Mark McKeever, director of advisory practice in supply chains with PWC, counts similar factors impacting supply chains and driving near-shore trends. Like Dickson he points to the sharp rise in shipping costs, where the price has doubled in the past few months.
The supply chain crisis has been responded to in different ways. A week ago Lidl, the discount grocery multiple, announced it had purchased its own container cargo ship and started a shipping line in a bid to offset the effects of rising prices. While an innovative approach, McKeever does not see many other companies following suit. “Buying a cargo ship ties up a lot of capital which is not suitable to everyone.”
Watt agrees but points to even less disruptive changes costing Irish manufacturing. “Many Irish companies have had to change their behaviours to manage supply chain issues, and this comes at a cost – both a ‘real’ cost in time and effort and also an opportunity cost, where focus has been diverted from other activities. Real costs include higher warehousing costs to hold additional stocks resulting in increased working capital which also has a cost. Other issues include higher freight, shipping and transportation costs, longer lead times and managing the inflationary impact of raw materials. This all puts pressure on manufacturing margins and inevitably increases the cost to the end customer.”
A recent global study shows that two-thirds of global manufacturing takes place close to final markets. “Although globalisation has had a huge impact on trade, proximity still matters. A greater amount of trade is still within the world’s geographic regions rather than between them” says Watt.,
Another factor is labour arbitrage where labour costs in traditionally cheaper markets such as the Far East are now rising, making it not as cost effective to locate in Asia. Additionally, manufacturing is becoming more tech-enabled, tending to include more automating and AI tech.

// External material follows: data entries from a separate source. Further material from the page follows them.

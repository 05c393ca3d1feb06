//! Checks that the palette survives colour-vision deficiency and stands out from the paper.
//!
//! Simulation: Machado, G. M., Oliveira, M. M. & Fernandes, L. A. F. (2009), "A
//! physiologically-based model for simulation of color vision deficiency", IEEE
//! Transactions on Visualization and Computer Graphics 15(6), 1291–1298; the
//! authors' precomputed matrices for protanopia, deuteranopia and tritanopia at
//! severity 1.0, applied to linear sRGB. Colour difference: CIEDE2000 as written
//! out by Sharma, Wu & Dalal (2005), "The CIEDE2000 color-difference formula:
//! implementation notes, supplementary test data, and mathematical observations",
//! Color Research & Application 30(1), 21–30. sRGB decoding and the sRGB→XYZ
//! matrix: IEC 61966-2-1; CIELAB and the D65 white: CIE 15:2004.

use super::{Colour, INK, PAPER, SERIES};

type M3 = [[f64; 3]; 3];

/// Machado et al. (2009), severity 1.0.
const PROTANOPIA: M3 = [
    [0.152286, 1.052583, -0.204868],
    [0.114503, 0.786281, 0.099216],
    [-0.003882, -0.048116, 1.051998],
];
const DEUTERANOPIA: M3 = [
    [0.367322, 0.860646, -0.227968],
    [0.280085, 0.672501, 0.047413],
    [-0.011820, 0.042940, 0.968881],
];
const TRITANOPIA: M3 = [
    [1.255528, -0.076749, -0.178779],
    [-0.078411, 0.930809, 0.147602],
    [0.004733, 0.691367, 0.303900],
];
const IDENTITY: M3 = [[1.0, 0.0, 0.0], [0.0, 1.0, 0.0], [0.0, 0.0, 1.0]];

const VISIONS: [(&str, M3); 4] = [
    ("normal", IDENTITY),
    ("protanopia", PROTANOPIA),
    ("deuteranopia", DEUTERANOPIA),
    ("tritanopia", TRITANOPIA),
];

/// Least CIEDE2000 the palette promises between any two series colours, or a
/// series colour and the ink, under each vision. About 10 is commonly taken as
/// "clearly different at a glance" for thin lines (common practice); 15 leaves room.
const MIN_DE00: f64 = 15.0;

fn linear(c: u8) -> f64 {
    let c = c as f64 / 255.0;
    if c <= 0.04045 {
        c / 12.92
    } else {
        ((c + 0.055) / 1.055).powf(2.4)
    }
}

/// CIELAB (D65) of `c` as seen through `m` (linear sRGB, clipped to the gamut).
fn lab(c: Colour, m: &M3) -> [f64; 3] {
    let rgb = [linear(c.0), linear(c.1), linear(c.2)];
    let s: Vec<f64> = m
        .iter()
        .map(|row| (row[0] * rgb[0] + row[1] * rgb[1] + row[2] * rgb[2]).clamp(0.0, 1.0))
        .collect();
    let x = 0.4124564 * s[0] + 0.3575761 * s[1] + 0.1804375 * s[2];
    let y = 0.2126729 * s[0] + 0.7151522 * s[1] + 0.0721750 * s[2];
    let z = 0.0193339 * s[0] + 0.1191920 * s[1] + 0.9503041 * s[2];
    let f = |t: f64| {
        if t > 216.0 / 24389.0 {
            t.cbrt()
        } else {
            (24389.0 / 27.0 * t + 16.0) / 116.0
        }
    };
    let (fx, fy, fz) = (f(x / 0.95047), f(y), f(z / 1.08883));
    [116.0 * fy - 16.0, 500.0 * (fx - fy), 200.0 * (fy - fz)]
}

/// CIEDE2000 colour difference (kL = kC = kH = 1).
fn de2000(p: [f64; 3], q: [f64; 3]) -> f64 {
    let ([l1, a1, b1], [l2, a2, b2]) = (p, q);
    let c7 = |c: f64| c.powi(7) / (c.powi(7) + 25f64.powi(7));
    let cbar = (a1.hypot(b1) + a2.hypot(b2)) / 2.0;
    let g = 0.5 * (1.0 - c7(cbar).sqrt());
    let (a1p, a2p) = ((1.0 + g) * a1, (1.0 + g) * a2);
    let (c1p, c2p) = (a1p.hypot(b1), a2p.hypot(b2));
    let hue = |b: f64, a: f64| {
        if a == 0.0 && b == 0.0 {
            0.0
        } else {
            b.atan2(a).to_degrees().rem_euclid(360.0)
        }
    };
    let (h1p, h2p) = (hue(b1, a1p), hue(b2, a2p));
    let dl = l2 - l1;
    let dc = c2p - c1p;
    let dh = if c1p * c2p == 0.0 {
        0.0
    } else if (h2p - h1p).abs() <= 180.0 {
        h2p - h1p
    } else if h2p - h1p > 180.0 {
        h2p - h1p - 360.0
    } else {
        h2p - h1p + 360.0
    };
    let d_big_h = 2.0 * (c1p * c2p).sqrt() * (dh / 2.0).to_radians().sin();
    let lbar = (l1 + l2) / 2.0;
    let cbarp = (c1p + c2p) / 2.0;
    let hbar = if c1p * c2p == 0.0 {
        h1p + h2p
    } else if (h1p - h2p).abs() <= 180.0 {
        (h1p + h2p) / 2.0
    } else if h1p + h2p < 360.0 {
        (h1p + h2p + 360.0) / 2.0
    } else {
        (h1p + h2p - 360.0) / 2.0
    };
    let cos = |deg: f64| deg.to_radians().cos();
    let t = 1.0 - 0.17 * cos(hbar - 30.0) + 0.24 * cos(2.0 * hbar) + 0.32 * cos(3.0 * hbar + 6.0)
        - 0.20 * cos(4.0 * hbar - 63.0);
    let dtheta = 30.0 * (-((hbar - 275.0) / 25.0).powi(2)).exp();
    let rc = 2.0 * c7(cbarp).sqrt();
    let sl = 1.0 + 0.015 * (lbar - 50.0).powi(2) / (20.0 + (lbar - 50.0).powi(2)).sqrt();
    let sc = 1.0 + 0.045 * cbarp;
    let sh = 1.0 + 0.015 * cbarp * t;
    let rt = -(2.0 * dtheta).to_radians().sin() * rc;
    ((dl / sl).powi(2)
        + (dc / sc).powi(2)
        + (d_big_h / sh).powi(2)
        + rt * (dc / sc) * (d_big_h / sh))
        .sqrt()
}

/// WCAG 2.1 relative luminance and contrast ratio.
fn contrast(a: Colour, b: Colour) -> f64 {
    let y = |c: Colour| 0.2126 * linear(c.0) + 0.7152 * linear(c.1) + 0.0722 * linear(c.2);
    let (hi, lo) = (y(a).max(y(b)), y(a).min(y(b)));
    (hi + 0.05) / (lo + 0.05)
}

/// The smallest pairwise CIEDE2000 in `set` under `m`, with the pair.
fn min_pair(set: &[Colour], m: &M3) -> (f64, Colour, Colour) {
    let mut best = (f64::INFINITY, set[0], set[0]);
    for (i, &a) in set.iter().enumerate() {
        for &b in &set[i + 1..] {
            let d = de2000(lab(a, m), lab(b, m));
            if d < best.0 {
                best = (d, a, b);
            }
        }
    }
    best
}

#[test]
fn ciede2000_reproduces_sharma_wu_dalal_2005_table_1() {
    // Pairs and published ΔE00 from Sharma, Wu & Dalal (2005), Table 1,
    // including the hue-wrap and blue-rotation cases.
    let pairs = [
        ([50.0, 2.6772, -79.7751], [50.0, 0.0, -82.7485], 2.0425),
        ([50.0, 3.1571, -77.2803], [50.0, 0.0, -82.7485], 2.8615),
        ([50.0, 2.8361, -74.0200], [50.0, 0.0, -82.7485], 3.4412),
        ([50.0, 0.0, 0.0], [50.0, -1.0, 2.0], 2.3669),
        ([50.0, 2.49, -0.001], [50.0, -2.49, 0.0009], 7.1792),
        ([50.0, 2.5, 0.0], [73.0, 25.0, -18.0], 27.1492),
        (
            [60.2574, -34.0099, 36.2677],
            [60.4626, -34.1751, 39.4387],
            1.2644,
        ),
    ];
    for (p, q, want) in pairs {
        let got = de2000(p, q);
        assert!((got - want).abs() < 5e-5, "{p:?} {q:?}: {got} vs {want}");
        assert!((de2000(q, p) - want).abs() < 5e-5, "not symmetric");
    }
}

#[test]
fn lab_of_white_and_black_are_the_ends_of_the_lightness_scale() {
    // CIE 15:2004: the reference white is L* = 100, a* = b* = 0; black is 0.
    let w = lab(PAPER, &IDENTITY);
    assert!(
        (w[0] - 100.0).abs() < 0.01 && w[1].abs() < 0.01 && w[2].abs() < 0.01,
        "{w:?}"
    );
    assert!(lab(Colour(0, 0, 0), &IDENTITY)[0].abs() < 1e-9);
    // The Machado matrices keep greys grey (each row sums to 1).
    for (name, m) in VISIONS {
        let g = lab(Colour(128, 128, 128), &m);
        assert!(g[1].abs() < 0.05 && g[2].abs() < 0.05, "{name}: {g:?}");
    }
}

#[test]
fn series_colours_and_ink_stay_apart_under_each_colour_vision_deficiency() {
    let mut set = SERIES.to_vec();
    set.push(INK);
    for (name, m) in VISIONS {
        let (d, a, b) = min_pair(&set, &m);
        println!(
            "{name}: least CIEDE2000 {d:.1} ({} vs {})",
            a.hex(),
            b.hex()
        );
        assert!(
            d >= MIN_DE00,
            "{name}: {} and {} differ by only ΔE00 {d:.1} (< {MIN_DE00})",
            a.hex(),
            b.hex()
        );
    }
}

#[test]
fn the_check_catches_a_red_green_pair() {
    // A brick red and a leaf green, far apart for normal vision, nearly one
    // colour for deuteranopes: the check above must reject such a pair.
    let pair = [Colour(0xc8, 0x3c, 0x28), Colour(0x50, 0x8c, 0x28)];
    assert!(min_pair(&pair, &IDENTITY).0 > 50.0);
    assert!(min_pair(&pair, &DEUTERANOPIA).0 < MIN_DE00);
}

#[test]
fn series_lines_stand_out_from_the_paper() {
    // WCAG 2.1 success criterion 1.4.11 (non-text contrast): at least 3:1
    // against adjacent colours. Text ink is held to 4.5:1 (criterion 1.4.3).
    for c in SERIES {
        let k = contrast(c, PAPER);
        assert!(k >= 3.0, "{}: contrast {k:.2}", c.hex());
    }
    assert!(contrast(INK, PAPER) >= 4.5);
    assert!(contrast(super::INK_SOFT, PAPER) >= 4.5);
}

“In short the actual manufacturing itself is becoming more capital intensive rather than labour intensive which again drives near-shoring,” says McKeever.

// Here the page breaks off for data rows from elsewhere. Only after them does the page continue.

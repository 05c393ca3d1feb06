//! Finds colours in an SVG or HTML document that are not the palette's.
//!
//! Used by the tests of every plot and of the report: a colour written anywhere
//! (an SVG `fill`/`stroke` attribute, a CSS declaration, an inline style) must
//! be one of [`super::NAMED`].

use super::{contains, Colour};

/// CSS named colours a plotting library or a hand-written style might emit.
const NAMED_CSS: [&str; 24] = [
    "black", "white", "red", "green", "blue", "yellow", "orange", "purple", "gray", "grey",
    "silver", "maroon", "navy", "teal", "olive", "lime", "aqua", "fuchsia", "cyan", "magenta",
    "brown", "pink", "gold", "indigo",
];

/// Properties and attributes whose values are colours.
const COLOUR_KEYS: [&str; 9] = [
    "fill",
    "stroke",
    "color",
    "background",
    "background-color",
    "border",
    "border-color",
    "stop-color",
    "outline",
];

/// Every colour written in `doc` that is not in the palette, as written
/// (e.g. `#1F77B4`, `rgb(1,2,3)`, `stroke="red"`). Empty when the document
/// keeps to the palette.
///
/// ```
/// use ebullio::report::palette::{foreign_colours, INK};
/// let ok = format!("<rect fill=\"{}\"/>", INK.hex());
/// assert!(foreign_colours(&ok).is_empty());
/// assert_eq!(foreign_colours("<rect fill=\"#FF0000\"/>"), ["#FF0000"]);
/// assert_eq!(foreign_colours("p { color: red; }"), ["color: red"]);
/// ```
pub fn foreign_colours(doc: &str) -> Vec<String> {
    let mut out = Vec::new();
    let bytes = doc.as_bytes();
    // 1. Hex literals (#rgb, #rgba, #rrggbb, #rrggbbaa) where a colour can stand:
    //    an attribute value, a CSS value or a function argument (not prose such
    //    as "row #123", not in-page links).
    for (i, _) in doc.match_indices('#') {
        let run = bytes[i + 1..]
            .iter()
            .take_while(|b| b.is_ascii_alphanumeric() || **b == b'-' || **b == b'_')
            .count();
        let word = &doc[i + 1..i + 1 + run];
        let is_hex = word.bytes().all(|b| b.is_ascii_hexdigit());
        let before = doc[..i].trim_end_matches(' ');
        let in_value = before.ends_with(['"', '\'', ':', '(', ',']) && !before.ends_with("href=\"");
        if !is_hex || ![3, 4, 6, 8].contains(&run) || !in_value {
            continue;
        }
        match parse_hex(word) {
            Some(c) if contains(c) => {}
            _ => out.push(doc[i..i + 1 + run].to_string()),
        }
    }
    // 2. Functional notations: the palette is written in hex only.
    let lower = doc.to_ascii_lowercase();
    for f in [
        "rgb(", "rgba(", "hsl(", "hsla(", "hwb(", "lab(", "lch(", "color(",
    ] {
        for (i, _) in lower.match_indices(f) {
            let prev = lower[..i].chars().next_back();
            if prev.is_some_and(|c| c.is_ascii_alphanumeric() || c == '-') {
                continue;
            }
            let end = lower[i..].find(')').map_or(lower.len(), |e| i + e + 1);
            out.push(doc[i..end].to_string());
        }
    }
    // 3. Named colours as the value of a colour attribute or CSS property.
    for key in COLOUR_KEYS {
        for sep in ["=\"", ":"] {
            let pat = format!("{key}{sep}");
            for (i, _) in lower.match_indices(&pat) {
                let prev = lower[..i].chars().next_back();
                if prev.is_some_and(|c| c.is_ascii_alphanumeric() || c == '-') {
                    continue;
                }
                let start = i + pat.len();
                let end = lower[start..]
                    .find(['"', ';', '}', '\n'])
                    .map_or(lower.len(), |e| start + e);
                let value = &lower[start..end];
                for token in value.split(|c: char| !c.is_ascii_alphabetic()) {
                    if NAMED_CSS.contains(&token) {
                        out.push(format!("{key}: {token}"));
                    }
                }
            }
        }
    }
    out
}

/// `rrggbb` as a colour; the palette writes no short or alpha forms, so those are foreign.
fn parse_hex(h: &str) -> Option<Colour> {
    let n = |s: &str| u8::from_str_radix(s, 16).ok();
    if h.len() != 6 {
        return None;
    }
    Some(Colour(n(&h[0..2])?, n(&h[2..4])?, n(&h[4..6])?))
}

#[cfg(test)]
mod tests {
    use super::*;
    use crate::report::palette::{SERIES, SHADE};

    #[test]
    fn finds_foreign_colours_in_every_notation() {
        let doc = format!(
            "<svg><rect fill=\"{}\" stroke=\"#1F77B4\"/><path stroke=\"black\"/>\
             <text fill=\"{}\">row #123</text><a href=\"#add\">x</a><rect fill=\"#abc\"/></svg>\
             <style>p {{ color: #333; background: rgb(1, 2, 3); }} h1 {{ border: 1px solid Red; }}</style>",
            SERIES[0].hex().to_uppercase(),
            SHADE.hex()
        );
        let found = foreign_colours(&doc);
        assert_eq!(
            found,
            [
                "#1F77B4",
                "#abc",
                "#333",
                "rgb(1, 2, 3)",
                "stroke: black",
                "border: red"
            ],
            "{found:?}"
        );
    }

    #[test]
    fn palette_colours_and_css_variables_pass() {
        let doc = format!(
            "{}<style>a {{ color: var(--ink); }}</style><rect fill=\"none\"/>",
            crate::report::palette::css_custom_properties()
        );
        assert!(
            foreign_colours(&doc).is_empty(),
            "{:?}",
            foreign_colours(&doc)
        );
    }
}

It’s not all reactive, and sometimes there are proactive approaches to helping manufacturing and supply chains within Ireland. McKeever points to the IDA investing in an advanced manufacturing facility in Limerick, which is following similar examples hosted in Singapore and Scotland.
McKeever reckons it’s a real calling card. “Imagine you are an US multinational company and you are looking at potential manufacturing locations. You can come to Ireland and use this new facility to conduct research, simulate sophisticated manufacturing facilities or look at the impact of using digital twins. It’s like a giant test bed where different scenarios can be investigated in Ireland. I believe it will be a strong enabler to bring in more fintech and medtech manufacturing.”
The advanced manufacturing facility is due to open in quarter four of this year, and will help Ireland demonstrate its capability in capital intensive, eco-connected manufacturing.
The Irish manufacturing sector has a very large footprint – with just 1 per cent of the EU’s population Ireland accounts for 5 per cent of its manufactured goods exports to the rest of the world.
Despite challenging supply chain issues and rising costs, Ireland looks set to maintain this outsized share, helped in part by the availability of a skilled and flexible workforce; coupled with a stable, transparent and competitive tax regime; membership of the EU Single Market with a regulatory regime conducive to doing business globally; a stable industrial relations regime; and a strong and reliable business culture.